O supremo André Mendonça virou peça central no jogo das eleições. É ele o relator dos casos Master e INSS que podem implodir candidaturas aqui e acolá. Resta saber se o supremo André, terrivelmente evangélico, indicado por Bolsonaro (que o abandonou no meio do processo), amadrinhado por Michelle, é o novo Moro, o novo Xandão, o novo Toffoli ou se representa ele mesmo. Se segura, BRASEW.

A Polícia Federal não anda assim lá muito feliz com o supremo André desde que ele começou, sob a desculpa de garantir a isenção dos policiais, de que cada passo da investigação passasse primeiro pelo seu gabinete. E também não queria mudanças de investigadores sem sua autorização. Quem acompanhou o caso do Master no Supremo há de se lembrar que o supremo Dias Toffoli também tretou com a Polícia Federal, queria determinar quem investigava quem, não deixou que materiais apreendidos em operações fossem para a polícia sem passar pelo Supremo. Deu no que deu, o supremo Toffoli agora se declarou impedido depois que veio à tona o caso do Tayayá (nossa, alguém ainda lembra que teve o Tayayá?).

Só sei que a direção da Polícia Federal bateu na porta da Advocacia-Geral da União para que o Jorge Messias fizesse algo. Messias, que foi indicado por Lula para ser ministro supremo, foi rejeitado pelo Senado, mas teve apoio mais do que declarado do supremo André, botou água na fervura. Ele que intermediou a conversa do supremo André com o ministro da Justiça de Lula, Wellington Lima e Silva (acho que é a primeira vez que falamos dele aqui. Foi ele que substituiu o Lewandas). O próprio Lula estava reclamando com seu ministro da Justiça por deixar essa tensão toda no ar entre polícia e supremo, sem fazer nada, justamente em um caso que investiga o filho dele.

Pelo que se noticia, o supremo André e o ministro da Justiça tiveram boa conversa, chegaram a bom termo e garantiram que vão também botar água na fervura. Só sei que o clima esquentou a ponto de todos os superintendentes da Polícia Federal divulgarem uma carta de apoio à direção geral do Andrei Rodrigues.

Já está em disputa a eleição para presidente do Congresso

Quem acha que o que está em jogo é a eleição para presidente da República, não sabe de nada. Segundo me contam algumas fontes, a escolha de Alfredo Gaspar como vice de Flavitcho vai influenciar diretamente outra eleição: a da presidência do Senado no ano que vem. É, darling, o povo nem se elegeu senador ainda e já está articulando a eleição para presidente do Senado.

A escolha de Alfredo Gaspar foi uma bênção divina para Arthur Lira, nosso Arthurzito que mandou (e continua mandando, diga-se) na Câmara frigorífica. Gaspar tinha se inscrito para ser candidato a senador, o que tiraria as chances de Arthur Lira se eleger para a vaga. Temos que nos lembrar que o coordenador de campanha de Flavitcho é o senador Rogério Marinho, que há tempos mira a presidência da casa. Ah, Tixa, mas eu achei que o Arthurzito que queria ser presidente. E quer, darling, mas ele pode esperar para o biênio 2029 e 2030. Caso eleito, ficará oito anos na casa.

O vice

O que espantou o povo em geral foi Flavitcho ter escolhido um vice que está sendo investigado por um caso de estupro de vulnerável. Eles dizem acreditar na inocência de Alfredo Gaspar e que as acusações foram feitas pela oposição para minar Gaspar que era presidente da CPI do INSS e pediu o indiciamento de Lulinha.

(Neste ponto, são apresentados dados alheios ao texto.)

def _apply_overrides(book, overrides) -> dict[str, dict]:
    """Write what-if values into the loaded book; return them by sheet for the xlsx writer."""
    written: dict[str, dict] = {}
    for ref, raw in (overrides or {}).items():
        if not isinstance(ref, str):
            raise RecalcError(f"override key {ref!r} must be a cell reference such as 'Sheet1!B3'")
        sheet, addr = _split_ref(ref)
        if sheet is None:
            ws = book.worksheets[0]
        else:
            match = [n for n in book.sheetnames if n.upper() == sheet.upper()]
            if not match:
                raise RecalcError(f"override {ref!r}: no sheet named {sheet!r}; sheets are {', '.join(book.sheetnames)}")
            ws = book[match[0]]
        m = _COORD_RE.match(addr)
        if not m:
            raise RecalcError(f"override {ref!r}: {addr!r} is not a single cell address")
        coord = f"{m.group(1).upper()}{int(m.group(2))}"
        row, col = int(m.group(2)), column_index_from_string(m.group(1).upper())
        name = f"{ws.title}!{coord}"
        for anchor, area in ws.array_formulae.items():
            a = _parse_area(area)
            if a and a[0] <= row <= a[2] and a[1] <= col <= a[3]:
                raise RecalcError(f"override {ref!r}: {name} is in the array formula {ws.title}!{area}; only input cells can be overridden")
        cell = ws[coord]
        if cell.data_type == "f":
            raise RecalcError(f"override {ref!r}: {name} holds the formula {_formula_text(cell.value)}; only input cells can be overridden")
        if not hasattr(cell, "column"):  # MergedCell has no writable value
            raise RecalcError(f"override {ref!r}: {name} is inside a merged range")
        value = _override_value(ref, raw)
        try:
            cell.value = value
        except (AttributeError, ValueError) as exc:
            raise RecalcError(f"override {ref!r}: cannot set {name}: {exc}") from None
        if isinstance(value, str):
            cell.data_type = "s"  # text, even if it starts with "="
        written.setdefault(ws.title, {})[(row, col)] = (value, False)
    return written


def _formula_text(value) -> str:
    text = getattr(value, "text", value)
    return str(text)


def _read_book(book):
    """Formula text, array blocks and constants from the loaded openpyxl book."""
    formulas_by_cell, blocks, block_shapes, constants, sheets = {}, {}, {}, {}, []
    for ws in book.worksheets:
        max_row, max_col = ws.max_row, ws.max_column
        in_blocks = set()
        for anchor, area in ws.array_formulae.items():
            r1, c1, r2, c2 = _parse_area(area)
            max_row, max_col = max(max_row, r2), max(max_col, c2)  # openpyxl only knows the anchor
            block = _range_name(ws.title, r1, c1, r2, c2)
            text = "{" + _formula_text(ws[anchor].value) + "}"
            if (r1, c1) != (r2, c2):
                block_shapes[block] = (r2 - r1 + 1, c2 - c1 + 1)
                formulas_by_cell[block] = text
            for r in range(r1, r2 + 1):
                for c in range(c1, c2 + 1):
                    name = _cell_name(ws.title, r, c)
                    formulas_by_cell[name] = text
                    if (r1, c1) != (r2, c2):
                        blocks[name] = block
                    in_blocks.add((r, c))
        sheets.append((ws.title, max_row, max_col))
        for row in ws.iter_rows():
            for cell in row:
                if not hasattr(cell, "column") or cell.value is None or (cell.row, cell.column) in in_blocks:
                    continue
                name = _cell_name(ws.title, cell.row, cell.column)
                if cell.data_type == "f":
                    formulas_by_cell[name] = _formula_text(cell.value)
                else:
                    constants[name] = _plain_scalar(_error_token(cell))
    return formulas_by_cell, blocks, block_shapes, constants, sheets


def _check_sheet_names(book, formulas_by_cell):
    """Refuse sheet names formulas cannot evaluate rather than write #REF! into the copy."""
    for title in book.sheetnames:
        if "'" not in title:
            continue
        quoted = title.replace("'", "''").upper()
        for name, text in formulas_by_cell.items():
            if name.startswith(title + "!") or quoted in text.upper():
                raise RecalcError(
                    f"sheet {title!r} has an apostrophe in its name, which the formulas library cannot "
                    f"evaluate (cell {name}); rename the sheet"
                )
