"""Write cached cell values into an existing .xlsx without touching anything else.

openpyxl can store either a formula or a value in a cell, never both, so a
workbook saved by it opens with empty formula cells in any program that does
not recalculate. This module copies the xlsx zip entry by entry and edits only
the ``<sheetData>`` of the worksheets it is told about:

* formula cells keep their ``<f>`` element and get a ``<v>`` with the computed
  value and the matching cell type (number, ``t="str"``, ``t="b"``, ``t="e"``);
* plain cells (the other cells of an array-formula range, or what-if inputs)
  get a value, and are created, with their row, where the sheet has none.

The edit is textual (regular expressions over the sheet XML) rather than a
parse and re-serialise, because the standard library's ElementTree renames
namespace prefixes and drops unused declarations, which breaks the
``mc:Ignorable`` attributes Excel relies on. Styles, charts, VBA parts, defined
names and every other byte of the package are copied unchanged.

Values are plain Python: ``bool``, ``int``/``float``, ``str``, ``None`` (empty
cell) or any object with a string attribute ``code`` holding an Excel error code
such as ``"#DIV/0!"``.
"""
from __future__ import annotations

import math
import os
import posixpath
import re
import tempfile
import zipfile
from pathlib import Path
from xml.etree import ElementTree as ET

from openpyxl.utils.cell import column_index_from_string, get_column_letter, range_boundaries

__all__ = ["sheet_parts", "patch_sheet_xml", "write_values", "atomic_output"]

_NS_MAIN = "http://schemas.openxmlformats.org/spreadsheetml/2006/main"
_NS_REL = "http://schemas.openxmlformats.org/officeDocument/2006/relationships"
_NS_PKG_REL = "http://schemas.openxmlformats.org/package/2006/relationships"

# Elements are matched with an optional namespace prefix because some writers
# (the OpenXML SDK among them) emit <x:c> instead of <c>.
_P = r"(?:[A-Za-z_][\w.-]*:)?"
_SHEETDATA_RE = re.compile(rf"<({_P})sheetData\b([^>]*?)(/>|>(.*?)</{_P}sheetData\s*>)", re.S)
_ROW_RE = re.compile(rf"<{_P}row\b([^>]*?)(?:/>|>(.*?)</{_P}row\s*>)", re.S)
_CELL_RE = re.compile(rf"<{_P}c\b([^>]*?)(?:/>|>(.*?)</{_P}c\s*>)", re.S)
_F_RE = re.compile(rf"<{_P}f\b[^>]*?(?:/>|>.*?</{_P}f\s*>)", re.S)
_VALUE_RE = re.compile(rf"<{_P}(?:v|is)\b[^>]*?(?:/>|>.*?</{_P}(?:v|is)\s*>)", re.S)
_ATTR_RE = re.compile(r"""([\w:.-]+)\s*=\s*("[^"]*"|'[^']*')""")
_DIMENSION_RE = re.compile(rf"<({_P})dimension\b([^>]*?)/>", re.S)
_CALCPR_RE = re.compile(rf"<{_P}calcPr\b[^>]*>", re.S)
_COORD_RE = re.compile(r"^\$?([A-Za-z]{1,3})\$?(\d+)$")
# Characters XML 1.0 forbids; Excel escapes them as _xHHHH_.
_ILLEGAL_XML_RE = re.compile("[\x00-\x08\x0b\x0c\x0e-\x1f\ufffe\uffff]")


def _attrs(text: str) -> list[list[str]]:
    return [[name, value[1:-1]] for name, value in _ATTR_RE.findall(text or "")]


def _attr(attrs, name):
    for key, value in attrs:
        if key == name:
            return value
    return None


def _set_attr(attrs, name, value):
    """Set (or with value None remove) an attribute, keeping the others in order."""
    for i, (key, _) in enumerate(attrs):
        if key == name:
            if value is None:
                del attrs[i]
            else:
                attrs[i][1] = value
            return
    if value is not None:
        attrs.append([name, value])


def _attr_text(attrs) -> str:
    return "".join(f' {k}="{v}"' for k, v in attrs)


def _escape(text: str) -> str:
    text = text.replace("&", "&amp;").replace("<", "&lt;").replace(">", "&gt;")
    return _ILLEGAL_XML_RE.sub(lambda m: f"_x{ord(m.group(0)):04X}_", text)


def _number_text(x: float) -> str:
    if float(x).is_integer() and abs(x) < 1e15:
        return str(int(x))
    return repr(float(x))


def encode_value(value, *, formula: bool, prefix: str = ""):
    """Return (cell type attribute or None, inner XML) for a value.

    Formula cells carry strings as ``t="str"`` with a ``<v>``; plain cells carry
    them as inline strings, which need no shared-string table entry. ``prefix``
    is the sheet's namespace prefix with its colon ("" for the default).
    """
    v, p = f"{prefix}v", prefix
    code = getattr(value, "code", None)
    if isinstance(code, str):
        return "e", f"<{v}>{_escape(code)}</{v}>"
    if value is None:
        return None, ""
    if isinstance(value, bool):
        return "b", f"<{v}>{int(value)}</{v}>"
    if isinstance(value, (int, float)):
        x = float(value)
        if not math.isfinite(x):
            return "e", f"<{v}>#NUM!</{v}>"
        return None, f"<{v}>{_number_text(x)}</{v}>"
    if isinstance(value, str):
        if formula:
            return "str", f"<{v}>{_escape(value)}</{v}>"
        space = ' xml:space="preserve"' if value != value.strip() else ""
        return "inlineStr", f"<{p}is><{p}t{space}>{_escape(value)}</{p}t></{p}is>"
    raise TypeError(f"cannot store a {type(value).__name__} in a cell: {value!r}")


def _cell_xml(prefix, attrs, inner) -> str:
    if inner:
        return f"<{prefix}c{_attr_text(attrs)}>{inner}</{prefix}c>"
    return f"<{prefix}c{_attr_text(attrs)}/>"


def _patch_cell(prefix, attrs, inner, value, formula):
    inner = inner or ""
    f_match = _F_RE.search(inner)
    if formula and f_match is None:
        raise ValueError(f"cell {_attr(attrs, 'r')} has no formula in the sheet XML")
    t, v = encode_value(value, formula=bool(f_match), prefix=prefix)
    rest = _VALUE_RE.sub("", _F_RE.sub("", inner))  # e.g. <extLst>, kept after the value
    head = f_match.group(0) if f_match else ""
    _set_attr(attrs, "t", t)
    return _cell_xml(prefix, attrs, head + v + rest)


def _row_num(attrs, previous):
    r = _attr(attrs, "r")
    return int(r) if r else previous + 1


def _coord_col(ref):
    m = _COORD_RE.match(ref or "")
    return column_index_from_string(m.group(1).upper()) if m else None


def _patch_row(prefix, row_num, row_attrs, inner, updates):
    """Rewrite one row's cells; updates maps column -> (value, is_formula)."""
    pieces, pos, col, present = [], 0, 0, []
    inner = inner or ""
    for m in _CELL_RE.finditer(inner):
        attrs = _attrs(m.group(1))
        ref_col = _coord_col(_attr(attrs, "r"))
        col = ref_col if ref_col is not None else col + 1
        pieces.append((None, inner[pos:m.start()]))  # whitespace between cells
        if col in updates:
            _set_attr(attrs, "r", f"{get_column_letter(col)}{row_num}")
            value, formula = updates[col]
            pieces.append((col, _patch_cell(prefix, attrs, m.group(2), value, formula)))
        else:
            pieces.append((col, m.group(0)))
        present.append(col)
        pos = m.end()
    tail = inner[pos:]
    missing = sorted(set(updates) - set(present))
    for c in missing:
        value, formula = updates[c]
        if formula:
            raise ValueError(f"formula cell {get_column_letter(c)}{row_num} is missing from the sheet XML")
        t, v = encode_value(value, formula=False, prefix=prefix)
        attrs = [["r", f"{get_column_letter(c)}{row_num}"]]
        _set_attr(attrs, "t", t)
        xml = _cell_xml(prefix, attrs, v)
        # Insert before the first existing cell with a larger column: cells must stay in order.
        for i, (pc, _) in enumerate(pieces):
            if pc is not None and pc > c:
                pieces.insert(i, (c, xml))
                break
        else:
            pieces.append((c, xml))
    if missing:
        spans = _attr(row_attrs, "spans")
        if spans and re.fullmatch(r"\d+:\d+", spans):
            lo, hi = map(int, spans.split(":"))
            _set_attr(row_attrs, "spans", f"{min([lo] + missing)}:{max([hi] + missing)}")
    body = "".join(text for _, text in pieces) + tail
    _set_attr(row_attrs, "r", str(row_num))
    if body:
        return f"<{prefix}row{_attr_text(row_attrs)}>{body}</{prefix}row>"
    return f"<{prefix}row{_attr_text(row_attrs)}/>"


def _dimension(xml, cells):
    """Widen <dimension ref> so it covers every cell written."""
    m = _DIMENSION_RE.search(xml)
    if not m or not cells:
        return xml
    attrs = _attrs(m.group(2))
    rows = [r for r, _ in cells]
    cols = [c for _, c in cells]
    lo_c, lo_r, hi_c, hi_r = min(cols), min(rows), max(cols), max(rows)
    ref = _attr(attrs, "ref")
    try:
        a, b, c, d = range_boundaries(ref)
        if None not in (a, b, c, d):
            lo_c, lo_r, hi_c, hi_r = min(lo_c, a), min(lo_r, b), max(hi_c, c), max(hi_r, d)
    except (TypeError, ValueError):
        pass
    new = f"{get_column_letter(lo_c)}{lo_r}"
    if (lo_c, lo_r) != (hi_c, hi_r):
        new += f":{get_column_letter(hi_c)}{hi_r}"
    _set_attr(attrs, "ref", new)
    return xml[:m.start()] + f"<{m.group(1)}dimension{_attr_text(attrs)}/>" + xml[m.end():]


def patch_sheet_xml(xml: str, cells: dict) -> str:
    """Return sheet XML with values written.

    ``cells`` maps (row, column) (1-based) to ``(value, is_formula)``. A formula
    cell must already exist with an ``<f>``; other cells are created when absent.
    """
    if not cells:
        return xml
    m = _SHEETDATA_RE.search(xml)
    if m is None:
        raise ValueError("worksheet XML has no <sheetData>")
    prefix = m.group(1)
    inner = m.group(4) or ""
    by_row: dict[int, dict[int, tuple]] = {}
    for (r, c), spec in cells.items():
        by_row.setdefault(r, {})[c] = spec
    pieces, pos, row_num = [], 0, 0
    done = set()
    for rm in _ROW_RE.finditer(inner):
        attrs = _attrs(rm.group(1))
        row_num = _row_num(attrs, row_num)
        pieces.append((None, inner[pos:rm.start()]))
        if row_num in by_row:
            pieces.append((row_num, _patch_row(prefix, row_num, attrs, rm.group(2), by_row[row_num])))
            done.add(row_num)
        else:
            pieces.append((row_num, rm.group(0)))
        pos = rm.end()
    tail = inner[pos:]
    for r in sorted(set(by_row) - done):
        xml_row = _patch_row(prefix, r, [], "", by_row[r])
        for i, (pr, _) in enumerate(pieces):
            if pr is not None and pr > r:
                pieces.insert(i, (r, xml_row))
                break
        else:
            pieces.append((r, xml_row))
    body = "".join(text for _, text in pieces) + tail
    new = f"<{prefix}sheetData{m.group(2)}>{body}</{prefix}sheetData>"
    xml = xml[:m.start()] + new + xml[m.end():]
    return _dimension(xml, list(cells))


def sheet_parts(archive: zipfile.ZipFile) -> dict[str, str]:
    """Map each worksheet name to its part name inside the zip (e.g. xl/worksheets/sheet1.xml)."""
    return _package_parts(archive)[1]


def _package_parts(archive):
    names = set(archive.namelist())
    wb_part = "xl/workbook.xml"
    rels_part = "xl/_rels/workbook.xml.rels"
    # The workbook part is normally xl/workbook.xml; follow the root relationship when it is not.
    if "_rels/.rels" in names:
        root = ET.fromstring(archive.read("_rels/.rels"))
        for rel in root.iter(f"{{{_NS_PKG_REL}}}Relationship"):
            if rel.get("Type", "").endswith("/officeDocument"):
                wb_part = rel.get("Target", wb_part).lstrip("/")
                folder, base = posixpath.split(wb_part)
                rels_part = posixpath.join(folder, "_rels", base + ".rels")
    if wb_part not in names:
        raise ValueError("not an xlsx workbook: no workbook part")
    targets = {}
    if rels_part in names:
        for rel in ET.fromstring(archive.read(rels_part)).iter(f"{{{_NS_PKG_REL}}}Relationship"):
            target = rel.get("Target", "")
            if target.startswith("/"):
                target = target.lstrip("/")
            else:
                target = posixpath.normpath(posixpath.join(posixpath.dirname(wb_part), target))
            targets[rel.get("Id")] = target
    parts = {}
    for sheet in ET.fromstring(archive.read(wb_part)).iter(f"{{{_NS_MAIN}}}sheet"):
        part = targets.get(sheet.get(f"{{{_NS_REL}}}id"))
        if part in names:
            parts[sheet.get("name")] = part
    return wb_part, parts


def _drop_full_calc_on_load(xml: str) -> str:
    # fullCalcOnLoad asks the opening program to recalculate everything, which
    # would replace the cached values with #NAME? where the custom functions are absent.
    def fix(m):
        return re.sub(r"""\s+fullCalcOnLoad\s*=\s*("[^"]*"|'[^']*')""", "", m.group(0))
    return _CALCPR_RE.sub(fix, xml)


def write_values(source, target, values: dict[str, dict]) -> None:
    """Copy the xlsx at ``source`` to ``target`` with values written.

    ``values`` maps a sheet name to the ``cells`` mapping of :func:`patch_sheet_xml`.
    ``target`` is written directly; use :func:`atomic_output` for an atomic replace.
    """
    with zipfile.ZipFile(source) as src:
        wb_part, parts = _package_parts(src)
        unknown = set(values) - set(parts)
        if unknown:
            raise ValueError(f"no worksheet named {sorted(unknown)[0]!r} in {source}")
        edits = {parts[name]: cells for name, cells in values.items() if cells}
        with zipfile.ZipFile(target, "w", zipfile.ZIP_DEFLATED) as dst:
            for info in src.infolist():
                data = src.read(info)
                if info.filename in edits:
                    data = patch_sheet_xml(data.decode("utf-8"), edits[info.filename]).encode("utf-8")
                elif info.filename == wb_part:
                    data = _drop_full_calc_on_load(data.decode("utf-8")).encode("utf-8")
                dst.writestr(info, data, compress_type=info.compress_type)


class atomic_output:
    """Context manager giving a temporary path beside ``target``; on success it replaces ``target``.

    On an exception the temporary file is removed and ``target`` is left as it was.
    """

    def __init__(self, target):
        self.target = Path(target)
        self.tmp: Path | None = None

    def __enter__(self) -> Path:
        fd, name = tempfile.mkstemp(prefix=f".{self.target.name}.", suffix=".tmp", dir=self.target.parent)
        os.close(fd)
        self.tmp = Path(name)
        # mkstemp makes the file private; give the result the usual permissions.
        umask = os.umask(0)
        os.umask(umask)
        os.chmod(self.tmp, 0o666 & ~umask)
        return self.tmp

    def __exit__(self, exc_type, exc, tb):
        try:
            if exc_type is None:
                with open(self.tmp, "rb+") as fh:
                    os.fsync(fh.fileno())
                os.replace(self.tmp, self.target)
                _fsync_folder(self.target.parent)  # the rename itself survives a power cut
        finally:
            if self.tmp.exists():
                self.tmp.unlink()
        return False


def _fsync_folder(folder: Path) -> None:
    """Flush a folder's entry list (POSIX); where folders cannot be opened (Windows) this does nothing."""
    try:
        fd = os.open(folder, os.O_RDONLY)
    except OSError:
        return
    try:
        os.fsync(fd)
    except OSError:
        pass
    finally:
        os.close(fd)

Hoje, o supremo Gilmar Mendes resolveu fazer o caso andar e determinou que a senadora Soraya Thronicke preste mais informações sobre o caso. Foi a senadora que pediu a abertura do inquérito, segundo ela, porque recebeu denúncias. Ela terá agora 15 dias para dar mais detalhes que possam ajudar a identificar os autores das mensagens e dados sobre ligações telefônicas.

O caso STJ

Em uma decisão inédita, o Superior Tribunal de Justiça (um primo menos poderoso do Supremo) decidiu punir o ministro Marco Buzzi por assédio, importunação sexual e injúria contra duas mulheres. O caso ainda vai para o Supremo, mas a decisão é histórica ao definir que o ministro deve perder o cargo. Nada de aposentadoria compulsória em que magistrados vão pra casa recebendo salário.

O Cleitinho

Darling do céu, o Cleitinho já foi e voltou umas cem vezes na história de ser ou não ser candidato a governador de Minas. Uma hora ele que não queria, outra hora o partido não queria. Outra hora os dois combinaram que ele não seria. Na sequência, ele pediu de novo para ser candidato. E o Republicanos bateu o pé. Agora estão dizendo que o senador tem uma nova manobra para ainda tentar concorrer. O partido decidiu que vai lançar candidato próprio ao governo de Minas, um tal de Luís Eduardo Falcão, e Cleitinho vai tentar encabeçar a chapa junto com Falcão. O registro oficial dos candidatos acontece no dia 15 de agosto.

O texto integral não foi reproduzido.